Photoshopped image by theDracerGX.

On Tuesday evening, GOP consultant Rick Wilson made Twitter waves with his claim that Donald Trump supporters are mostly “single men who masturbate to anime.”

This is an intentionally incendiary statement that Wilson says he made distinctly to troll Trump’s followers. First of all, as any anime fan will let you know, it’s called *clears throat* hentai, a specific genre of X-rated Japanese animated cartoons. But what’s interesting is that in order to intentionally make people angry, Wilson targeted anime geeks as his insult.

Passionate geeks have always been a target for society’s anxiety. In the ‘80s, when concern about Satanism was at an all time high, Dungeons & Dragons players were at the center of a moral panic, just as comic books were in the 1950s. During Star Trek’s heyday, fans of the show were described as obsessive and gross in articles published as early as 1975.

Today, the line between pop culture and nerd culture has never been so slim. Our collective society freaks out over Star Wars and geeks out about Harry Potter. But anime, with its foreign roots and cross-cultural learning curve, remains on the fringes. And this political jape indicates that poking fun at anime fans is still fair play.

In November, New York Magazine columnist Max Read observed that among himself and his friends, Twitter followers with anime avatar photos tended to be the most fervent supporters of Gamergate and similar conservative political movements. This passion, needless to say, came with a barrage of harassment toward anyone who disagreed with them.

“If you are besieged by trolls and are also okay with blocking people who might be extremely intelligent and engaging and also fervent otaku… the ‘anime avatar’ is a mostly though not entirely reliable indicator of trolldom, and block anyone you see with one,” Read wrote, perilously close to false syllogisming all over himself.
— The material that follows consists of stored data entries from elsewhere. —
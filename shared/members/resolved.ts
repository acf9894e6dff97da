import type { Source } from '../calc/line.ts';
import type { GivenValue } from '../calc/quantity.ts';
import type { Section } from '../sections/section.ts';
import type { CalculationInput, Ends, Provision } from './input.ts';
import type { LoadHeight } from './load-input.ts';
import type { ResolvedSteel } from './material.ts';
import type { Hold } from './restraint-input.ts';

/** What is wrong with an input, where, and what would be right. */
export interface Problem {
  /** `members[0].combinations[1].P`. */
  readonly path: string;
  readonly message: string;
}

export interface Stated<T> {
  readonly value: T;
  readonly source: Source;
  readonly confirmed: boolean;
}

/** What is held between the ends, at a distance from end A. */
export interface ResolvedRestraint {
  /** `r1`, `r2`, … in the order of the places. */
  readonly id: string;
  readonly at: GivenValue;
  readonly holds: ReadonlySet<Hold>;
  readonly source: Source;
  readonly confirmed: boolean;
}

/** A load between the ends; `reach` null: the whole member. */
export type ResolvedLoad = {
  readonly id: string;
  readonly axis: 'x' | 'y';
  readonly height: LoadHeight;
} & (
  | { readonly kind: 'uniform'; readonly w: GivenValue; readonly reach: Reach | null }
  | {
      readonly kind: 'linear';
      readonly wFrom: GivenValue;
      readonly wTo: GivenValue;
      readonly reach: Reach | null;
    }
  | { readonly kind: 'point'; readonly W: GivenValue; readonly at: GivenValue }
);

interface Reach {
  readonly from: GivenValue;
  readonly to: GivenValue;
}

/** Moments over a restraint, bending sense. */
export interface ResolvedSupport {
  readonly restraint: string;
  readonly Mx: GivenValue | null;
  readonly My: GivenValue | null;
}

export interface SwayDirection {
  readonly MA: GivenValue | null;
  readonly MB: GivenValue | null;
  readonly Pstory: GivenValue;
  readonly PeStory: GivenValue | null;
  /** Story shear, height and drift of A-8-7; null where Pe,story is given. */
  readonly stiffness: {
    readonly H: GivenValue;
    readonly height: GivenValue;
    readonly drift: GivenValue;
    /** Load on the columns of moment frames, or what R_M is without it. */
    readonly RM: GivenValue | 'braced' | 'lower bound';
  } | null;
}

export interface ResolvedSway {
  readonly P: GivenValue | null;
  readonly x: SwayDirection | null;
  readonly y: SwayDirection | null;
}

/** Joint stiffness ratios for the alignment chart. */
export interface ResolvedChart {
  readonly sidesway: 'inhibited' | 'uninhibited';
  readonly GA: GivenValue;
  readonly GB: GivenValue;
}

export type NetSection =
  | { readonly Ae: GivenValue }
  | { readonly An: GivenValue; readonly U: GivenValue };

export interface ResolvedCombination {
  readonly id: string;
  readonly name: string;
  /** Section of the analysis where it is another than the member's: the forces are unconfirmed. */
  readonly analysedWith: string | null;
  readonly P: GivenValue;
  readonly moments: Readonly<
    Record<'x' | 'y', { A: GivenValue; B: GivenValue; max: GivenValue | null }>
  >;
  readonly supports: readonly ResolvedSupport[];
  readonly loads: readonly ResolvedLoad[];
  readonly shears: Readonly<Record<'x' | 'y', GivenValue | null>>;
  readonly sway: ResolvedSway | null;
}

export interface ResolvedMember {
  readonly id: string;
  readonly mark: string;
  readonly section: Stated<string>;
  /** null: a shape of another family, outside the scope of the book. */
  readonly shape: Section | null;
  readonly steel: ResolvedSteel;
  readonly length: GivenValue;
  readonly ends: Stated<Ends>;
  readonly Lcx: GivenValue | null;
  readonly Lcy: GivenValue | null;
  readonly Lcz: GivenValue | null;
  readonly Lb: GivenValue | null;
  readonly Cb: GivenValue | 'auto';
  /** In the order of their places; null: none are given, lengths are as stated. */
  readonly restraints: readonly ResolvedRestraint[] | null;
  readonly springs: Readonly<Partial<Record<'xA' | 'xB' | 'yA' | 'yB', GivenValue>>> | null;
  readonly charts: Readonly<Record<'x' | 'y', ResolvedChart | null>>;
  readonly netSection: NetSection | null;
  readonly stiffeners: GivenValue | null;
  readonly endMomentSign: 'bending' | 'joint';
  readonly combinations: readonly ResolvedCombination[];
}

export interface ResolvedInput {
  readonly source: CalculationInput;
  readonly design: 'LRFD' | 'ASD';
  readonly units: 'us' | 'si';
  readonly constants: 'us' | 'si';
  readonly analysis: {
    readonly method: 'direct' | 'effective-length' | 'first-order';
    readonly secondOrder: 'from-analysis' | 'amplified' | 'exact';
    readonly includesMemberEffect: boolean;
    readonly sway: 'none' | 'B2';
  };
  readonly sway: Stated<'none' | 'B2'>;
  readonly driftRatio: GivenValue | null;
  readonly provisions: ReadonlySet<Provision>;
  readonly members: readonly ResolvedMember[];
}

export type ParsedInput =
  | { readonly ok: true; readonly input: ResolvedInput }
  | { readonly ok: false; readonly problems: readonly Problem[] };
Read’s confirmation bias is that people with anime avatars spend more time online, and therefore, are less socially adjusted. It’s the same way Wilson’s statement uses “anime” as a shorthand for an unsavory, unlikeable person who also doesn’t share your political views. It doesn’t help that—and I say this as somebody who often has a anime avatar—there are indeed people with anime avatars who harass, just like harassers with every other type of avatar.

See Also: How One Website Is Convincing People To Pay For Cartoon Porn

Of course, Wilson isn’t insulting anime fans, but an even more specific niche—men who masturbate to anime porn (apparently he forgot about the women who do this, too). That would be millennials.

While most people don’t talk about their porn viewing habits, and for good reason, PornHub’s 2015 survey tells us all we need to know. Among 18 to 34-year-old viewers, “cartoon” and “hentai” are the 13th and 17th most popular porn searches, and millennials are 131% more likely to search for “anime” than older browsers. While anime fans certainly don't all masturbate to hentai, it can be pretty well assumed that these hentai viewers all fall into the larger anime fan group.

If anything, Wilson ought to be courting the vote of anime-porn masturbators in order to get some much needed millennial blood into the Republican voting bloc, especially in a time when millennials identify Democrat more strongly than any other generation.

Anime fans definitely do enjoy Donald Trump, if the Trump As Anime parody Twitter account—and countless image macros that come up when you Google “Trump anime”—are any indication. But perhaps not in the way that Wilson thinks. It’s a shorthand insult of the likes that has been thrown at geeks for generations, and about as accurate as always.